# Best for me?



## Arkjoww (Jun 29, 2015)

Greetings! I have yet to make a proper introduction on this forum, just signed up today, but for some reason I figured this would be best. 

I am new to pretty much any sort of physical activity. Not that I am completely inactive, but I'm generally the lazy type. I do a decent amount of walking and I do ride my bike a lot, but I'm very much not in shape. Today it sort of hit me that enough is enough, and would like to figure the best path for me. However, I am not sure where to start.

With what little info I can give, perhaps the experts here can give some good advice.

I am a 19 year old male, but I stand at a mere 5'1". I am roughly 125lbs. Pretty damn small. I fit under the LGBT community, so personal safety and ability to defend myself is a bit of a concern. Not everybody is receptive to the idea of transgender people. I have been on Testosterone for a little over two years, so theoretically speaking, I should be able to gain muscle mass if I started working out. 

Anyways, my main goals are to gain muscle mass and generally pick up a more defensive art. I am fine with offensive arts as well, but likely not my first choice. Given my size, assuming it is a factor, which forms of martial arts might be best for me?

Thanks!


----------



## Cirdan (Jun 29, 2015)

Hi Arkjoww, welcome to MT 

The usual awnser to your question is to check out what is in your area, ask if you can try out a class for free (most clubs will let you do this) or sit down and watch how they train. What is taught varies a lot depending on the instructor`s background and focus, not just the art.

I have some background in Wado Ryu Karate, Ju Jitsu, Kali and Kenjutsu. I`d say any of the three first ones should suit your needs just fine, but again check what is available close to you then make a choise. Good luck.


----------



## Arkjoww (Jun 29, 2015)

Thanks for the response. 

I did take Kendo for a while back before I realized it was more competitive than a practical defense skill. I feel picking up a martial art that uses weaponry just isn't for me. Unless it includes disarming. I don't know how similar Kenjutsu is to Kendo outside of being in the same general family. 

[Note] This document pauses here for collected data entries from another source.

/// As [`permittivity`], with a user-given ionic conductivity of the water phase, S/m, replacing the
/// NaCl conductivity model (the salt content still depresses the dipolar part). Only water and
/// moist-model materials have a water phase of their own; for the others this is an error.
pub fn permittivity_with_conductivity(
    material: &Material,
    frequency_hz: f64,
    state: &MaterialState,
    conductivity_s_per_m: Option<f64>,
) -> Result<PermittivityLookup, InputError> {
    let frequency_hz = checked_frequency(frequency_hz)?;
    state.checked()?;
    if let Some(sigma) = conductivity_s_per_m {
        require_in("conductivity_s_per_m", sigma, 0.0, CONDUCTIVITY_MAX_S_PER_M)?;
        if !matches!(material.dielectric, DielectricModel::Water { .. } | DielectricModel::Moist { .. }) {
            return Err(InputError::new(
                "conductivity_s_per_m",
                sigma,
                format!("only for water and moist-model materials ({} has its loss in its data)", material.name),
            ));
        }
    }
    let temp_c = state.temp_c;
    let mut notes = Vec::new();
    let mut points_used = Vec::new();
    let value = match &material.dielectric {
        DielectricModel::Water { .. } => {
            ignore_moisture(material, state, &mut notes);
            models::water_value(frequency_hz, temp_c, state.salt_pct.unwrap_or(0.0) / 100.0, conductivity_s_per_m)
        }
        DielectricModel::Ice { .. } => {
            ignore_moisture(material, state, &mut notes);
            ignore_salt(material, state, &mut notes);
            models::ice_value(frequency_hz, temp_c)
        }
        DielectricModel::Constant { eps_real, eps_imag, freq_range_mhz, temp_range_c, source } => {
            ignore_moisture(material, state, &mut notes);
            ignore_salt(material, state, &mut notes);
            let mut out_of_range = Vec::new();
            let what = "the declared range of this constant value";
            models::flag_range(&mut out_of_range, "freq_mhz", frequency_hz / 1e6, *freq_range_mhz, what);
            models::flag_range(&mut out_of_range, "temp_c", temp_c, *temp_range_c, what);
            let source_text = source_text(material, source);
            points_used.push(PointUsed {
                freq_mhz: frequency_hz / 1e6,
                temp_c,
                moisture_wb: None,
                eps_real: *eps_real,
                eps_imag: *eps_imag,
                weight: 1.0,
                source: source_text,
            });
            models::ModelValue {
                eps: crate::physics::complex::Complex::new(*eps_real, -eps_imag),
                model: "constant value over a declared range".into(),
                out_of_range,
                notes: Vec::new(),
            }
        }
        DielectricModel::Table { points, nominal_moisture_wb } => {
            ignore_salt(material, state, &mut notes);
            let has_moisture = points.iter().any(|p| p.moisture_wb.is_some());
            if !has_moisture {
                ignore_moisture(material, state, &mut notes);
            }
            let moisture = state.moisture_wb.or(*nominal_moisture_wb);
            let result = interpolation::interpolate(points, frequency_hz / 1e6, temp_c, moisture);
            for weighted in &result.points {
                let p = &points[weighted.index];
                points_used.push(PointUsed {
                    freq_mhz: p.freq_mhz,
                    temp_c: p.temp_c,
                    moisture_wb: p.moisture_wb,
                    eps_real: p.eps_real,
                    eps_imag: p.eps_imag,
                    weight: weighted.weight,
                    source: source_text(material, &p.source),
                });
            }
            models::ModelValue {
                eps: crate::physics::complex::Complex::new(result.eps_real, -result.eps_imag),
                model: "table: linear in ln(frequency), moisture and temperature".into(),
                out_of_range: result.out_of_range,
                notes: Vec::new(),
            }
        }
        DielectricModel::Moist { .. } => models::moist_value(
            &material.dielectric,
            frequency_hz,
            temp_c,
            state.moisture_wb,
            state.salt_pct,
            conductivity_s_per_m,
        )
        .ok_or_else(|| broken(material))?,
        DielectricModel::Frozen { .. } => {
            models::frozen_value(material, frequency_hz, temp_c, state.moisture_wb, state.salt_pct)
                .ok_or_else(|| broken(material))?
        }
    };
    notes.extend(value.notes);
    let eps = finished(material, temp_c, value.eps)?;
    Ok(PermittivityLookup {
        eps,
        in_range: value.out_of_range.is_empty(),
        out_of_range: value.out_of_range,
        points_used,
        model: value.model,
        source: material.source.clone(),
        notes,
    })
}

Ju Jitsu (particularly Brazilian) has been of interest in the past.


----------



## Dirty Dog (Jun 29, 2015)

Arkjoww said:


> Thanks for the response.
> 
> I did take Kendo for a while back before I realized it was more competitive than a practical defense skill. I feel picking up a martial art that uses weaponry just isn't for me. Unless it includes disarming. I don't know how similar Kenjutsu is to Kendo outside of being in the same general family.
> 
> Ju Jitsu (particularly Brazilian) has been of interest in the past.



You studied a sword art thinking it was a practical defense skill?
Lots of people walking around carrying a katana where you live? 
Must be an interesting place...


----------



## Arkjoww (Jun 29, 2015)

Dirty Dog said:


> You studied a sword art thinking it was a practical defense skill?
> Lots of people walking around carrying a katana where you live?


Ha! No, of course not. At the time I was just looking into doing something physical. I knew it wasn't practical, but I hadn't really considered that perhaps I might actually be in a dangerous situation someday. 

Most I got out of Kendo was useful stretches.


----------



## Tez3 (Jun 29, 2015)

Arkjoww said:


> Ha! No, of course not. At the time I was just looking into doing something physical. I knew it wasn't practical, but I hadn't really considered that perhaps I might actually be in a dangerous situation someday.
> 
> Most I got out of Kendo was useful stretches.




Welcome to MT! 

Swords aren't practical but they are so gorgeous lol. Sorry, I really do like swords 

Don't worry about your height, to quote a cliché it's not the size of the dog in a fight but the size of the fight in the dog that counts....


----------



## Buka (Jun 29, 2015)

Welcome to MT, bro.


----------



## Langenschwert (Jun 29, 2015)

For you, boxing to start.

If you're small, you're going to need to learn to maximize the amount of damage you do, and minimize the damage you take. Small people need to learn to move A LOT, and boxing will teach you great footwork. Get outta Dodge and all that. It will also get you in great shape. Just remember that punching without boxing gloves is different than punching with them.

After that, a grappling art, either wrestling, BJJ or Judo. If you're small, there's a good chance you're going to get clinched to your detriment and end up on the ground. Gotta learn how to deal with that.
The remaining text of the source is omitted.